Records for this exercise:

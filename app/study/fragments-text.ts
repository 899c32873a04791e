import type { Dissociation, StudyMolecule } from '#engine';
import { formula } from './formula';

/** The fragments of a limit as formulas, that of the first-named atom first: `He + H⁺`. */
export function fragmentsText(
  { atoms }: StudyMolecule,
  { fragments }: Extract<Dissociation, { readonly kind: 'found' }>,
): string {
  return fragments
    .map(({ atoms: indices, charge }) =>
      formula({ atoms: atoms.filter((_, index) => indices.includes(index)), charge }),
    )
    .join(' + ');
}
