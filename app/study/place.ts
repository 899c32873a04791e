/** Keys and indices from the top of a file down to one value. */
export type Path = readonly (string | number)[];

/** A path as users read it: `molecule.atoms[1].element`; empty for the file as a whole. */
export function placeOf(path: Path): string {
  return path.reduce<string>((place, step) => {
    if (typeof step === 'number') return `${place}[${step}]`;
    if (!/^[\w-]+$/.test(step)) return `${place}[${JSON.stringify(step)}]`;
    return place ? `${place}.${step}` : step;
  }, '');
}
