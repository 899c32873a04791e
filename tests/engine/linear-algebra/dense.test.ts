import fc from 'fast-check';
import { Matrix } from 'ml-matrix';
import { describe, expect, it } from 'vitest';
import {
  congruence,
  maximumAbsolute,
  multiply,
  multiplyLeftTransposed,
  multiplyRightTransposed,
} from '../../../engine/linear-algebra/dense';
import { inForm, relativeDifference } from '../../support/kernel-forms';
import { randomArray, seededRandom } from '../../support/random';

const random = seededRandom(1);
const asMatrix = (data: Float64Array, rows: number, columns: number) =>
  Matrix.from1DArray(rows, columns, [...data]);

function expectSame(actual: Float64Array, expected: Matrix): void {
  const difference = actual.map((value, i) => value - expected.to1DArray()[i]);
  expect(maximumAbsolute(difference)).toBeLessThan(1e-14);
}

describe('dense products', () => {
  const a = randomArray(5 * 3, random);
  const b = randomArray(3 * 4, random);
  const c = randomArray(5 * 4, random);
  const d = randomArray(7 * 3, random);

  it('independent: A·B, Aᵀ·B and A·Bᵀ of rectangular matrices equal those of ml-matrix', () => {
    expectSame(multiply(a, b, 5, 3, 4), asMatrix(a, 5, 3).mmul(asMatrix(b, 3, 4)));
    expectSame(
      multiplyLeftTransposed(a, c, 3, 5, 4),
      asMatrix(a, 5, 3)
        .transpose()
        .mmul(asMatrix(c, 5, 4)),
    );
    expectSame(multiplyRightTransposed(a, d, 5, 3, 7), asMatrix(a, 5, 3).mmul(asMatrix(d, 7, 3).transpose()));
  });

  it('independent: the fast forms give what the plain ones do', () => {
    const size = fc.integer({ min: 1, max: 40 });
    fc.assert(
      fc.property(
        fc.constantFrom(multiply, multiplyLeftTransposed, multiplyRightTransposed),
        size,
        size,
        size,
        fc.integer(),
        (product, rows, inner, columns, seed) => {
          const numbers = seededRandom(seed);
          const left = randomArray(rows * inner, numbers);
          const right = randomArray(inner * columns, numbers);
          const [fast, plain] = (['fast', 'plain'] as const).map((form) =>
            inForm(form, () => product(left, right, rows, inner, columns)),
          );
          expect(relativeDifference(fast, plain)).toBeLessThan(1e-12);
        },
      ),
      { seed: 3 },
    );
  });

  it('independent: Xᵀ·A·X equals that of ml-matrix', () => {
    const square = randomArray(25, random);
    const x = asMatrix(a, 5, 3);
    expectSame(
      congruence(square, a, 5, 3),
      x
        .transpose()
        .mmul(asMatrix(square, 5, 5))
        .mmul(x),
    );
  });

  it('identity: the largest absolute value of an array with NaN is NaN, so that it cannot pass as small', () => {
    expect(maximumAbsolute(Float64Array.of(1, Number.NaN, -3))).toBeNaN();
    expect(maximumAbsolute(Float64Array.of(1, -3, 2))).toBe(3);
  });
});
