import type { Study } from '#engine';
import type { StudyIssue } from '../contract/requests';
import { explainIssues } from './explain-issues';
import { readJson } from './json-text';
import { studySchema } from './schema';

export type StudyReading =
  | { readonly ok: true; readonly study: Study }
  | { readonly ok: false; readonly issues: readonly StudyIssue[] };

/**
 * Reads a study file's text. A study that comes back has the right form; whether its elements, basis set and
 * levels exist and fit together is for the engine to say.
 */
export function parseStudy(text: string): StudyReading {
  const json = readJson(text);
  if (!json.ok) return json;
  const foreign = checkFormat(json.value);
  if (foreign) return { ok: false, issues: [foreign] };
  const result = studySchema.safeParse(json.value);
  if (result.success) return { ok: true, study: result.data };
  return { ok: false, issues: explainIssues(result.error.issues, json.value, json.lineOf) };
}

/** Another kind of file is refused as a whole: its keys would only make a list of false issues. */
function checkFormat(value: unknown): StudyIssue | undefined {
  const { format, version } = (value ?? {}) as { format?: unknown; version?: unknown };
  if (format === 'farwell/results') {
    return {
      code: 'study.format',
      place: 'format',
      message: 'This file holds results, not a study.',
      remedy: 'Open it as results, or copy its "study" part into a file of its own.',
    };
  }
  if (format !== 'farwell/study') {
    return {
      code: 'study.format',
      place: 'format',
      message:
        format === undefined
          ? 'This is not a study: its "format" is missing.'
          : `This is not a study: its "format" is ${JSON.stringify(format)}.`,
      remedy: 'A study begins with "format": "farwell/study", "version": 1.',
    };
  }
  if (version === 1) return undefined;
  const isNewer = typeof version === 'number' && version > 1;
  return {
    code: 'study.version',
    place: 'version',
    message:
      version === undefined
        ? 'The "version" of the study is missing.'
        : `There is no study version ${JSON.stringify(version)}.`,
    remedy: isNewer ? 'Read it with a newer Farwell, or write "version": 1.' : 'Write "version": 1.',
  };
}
--
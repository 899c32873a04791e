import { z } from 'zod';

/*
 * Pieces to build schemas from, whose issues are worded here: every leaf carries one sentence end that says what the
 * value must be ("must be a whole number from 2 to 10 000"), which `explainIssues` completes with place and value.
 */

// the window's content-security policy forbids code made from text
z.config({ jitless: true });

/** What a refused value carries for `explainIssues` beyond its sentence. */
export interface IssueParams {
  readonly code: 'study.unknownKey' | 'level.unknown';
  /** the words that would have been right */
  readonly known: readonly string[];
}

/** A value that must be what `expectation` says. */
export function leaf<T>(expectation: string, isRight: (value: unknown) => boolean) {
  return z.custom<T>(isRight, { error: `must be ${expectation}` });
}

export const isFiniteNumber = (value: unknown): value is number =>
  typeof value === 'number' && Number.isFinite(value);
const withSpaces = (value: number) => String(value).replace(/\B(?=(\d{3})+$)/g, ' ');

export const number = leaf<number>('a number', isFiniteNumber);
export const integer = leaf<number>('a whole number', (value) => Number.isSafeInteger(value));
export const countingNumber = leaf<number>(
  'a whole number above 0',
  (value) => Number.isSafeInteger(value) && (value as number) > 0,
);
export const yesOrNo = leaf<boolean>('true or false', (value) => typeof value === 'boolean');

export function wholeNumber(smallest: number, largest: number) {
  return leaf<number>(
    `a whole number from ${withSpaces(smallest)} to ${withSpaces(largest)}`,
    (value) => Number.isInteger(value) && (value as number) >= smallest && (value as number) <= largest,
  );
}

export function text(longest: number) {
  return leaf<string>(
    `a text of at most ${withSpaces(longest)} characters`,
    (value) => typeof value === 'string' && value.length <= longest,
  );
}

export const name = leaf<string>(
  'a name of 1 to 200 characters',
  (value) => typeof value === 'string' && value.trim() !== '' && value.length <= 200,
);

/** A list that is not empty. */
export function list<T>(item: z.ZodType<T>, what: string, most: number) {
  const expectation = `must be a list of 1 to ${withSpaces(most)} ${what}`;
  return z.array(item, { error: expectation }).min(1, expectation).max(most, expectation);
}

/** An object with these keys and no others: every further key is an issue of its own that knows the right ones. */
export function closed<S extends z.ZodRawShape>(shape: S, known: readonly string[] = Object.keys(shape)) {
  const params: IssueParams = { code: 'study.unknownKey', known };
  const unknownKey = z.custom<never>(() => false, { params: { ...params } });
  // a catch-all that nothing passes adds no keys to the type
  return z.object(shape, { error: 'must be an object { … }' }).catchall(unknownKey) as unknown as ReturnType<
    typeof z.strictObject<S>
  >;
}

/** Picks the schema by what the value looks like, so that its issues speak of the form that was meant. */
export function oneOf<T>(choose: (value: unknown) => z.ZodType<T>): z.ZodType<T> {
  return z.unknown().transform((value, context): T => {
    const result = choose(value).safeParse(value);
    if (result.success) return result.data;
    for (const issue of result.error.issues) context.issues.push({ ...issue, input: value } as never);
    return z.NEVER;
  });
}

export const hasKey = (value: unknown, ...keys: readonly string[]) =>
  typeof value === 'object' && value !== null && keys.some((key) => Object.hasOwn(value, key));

Exercise directions: The answer is the run of lines above from the line containing "filename app/study/fragments-text.ts" through the line containing "columns: number) =>", copied exactly and alone.

Answer box:
filename app/study/fragments-text.ts
repository 899c32873a04791e
import type { Dissociation, StudyMolecule } from '#engine';
import { formula } from './formula';

/** The fragments of a limit as formulas, that of the first-named atom first: `He + H⁺`. */
export function fragmentsText(
  { atoms }: StudyMolecule,
  { fragments }: Extract<Dissociation, { readonly kind: 'found' }>,
): string {
  return fragments
    .map(({ atoms: indices, charge }) =>
      formula({ atoms: atoms.filter((_, index) => indices.includes(index)), charge }),
    )
    .join(' + ');
}
filename app/study/place.ts
repository 899c32873a04791e
/** Keys and indices from the top of a file down to one value. */
export type Path = readonly (string | number)[];

/** A path as users read it: `molecule.atoms[1].element`; empty for the file as a whole. */
export function placeOf(path: Path): string {
  return path.reduce<string>((place, step) => {
    if (typeof step === 'number') return `${place}[${step}]`;
    if (!/^[\w-]+$/.test(step)) return `${place}[${JSON.stringify(step)}]`;
    return place ? `${place}.${step}` : step;
  }, '');
}
repository 899c32873a04791e
filename tests/engine/linear-algebra/dense.test.ts
import fc from 'fast-check';
import { Matrix } from 'ml-matrix';
import { describe, expect, it } from 'vitest';
import {
  congruence,
  maximumAbsolute,
  multiply,
  multiplyLeftTransposed,
  multiplyRightTransposed,
} from '../../../engine/linear-algebra/dense';
import { inForm, relativeDifference } from '../../support/kernel-forms';
import { randomArray, seededRandom } from '../../support/random';

const random = seededRandom(1);
const asMatrix = (data: Float64Array, rows: number, columns: number) =>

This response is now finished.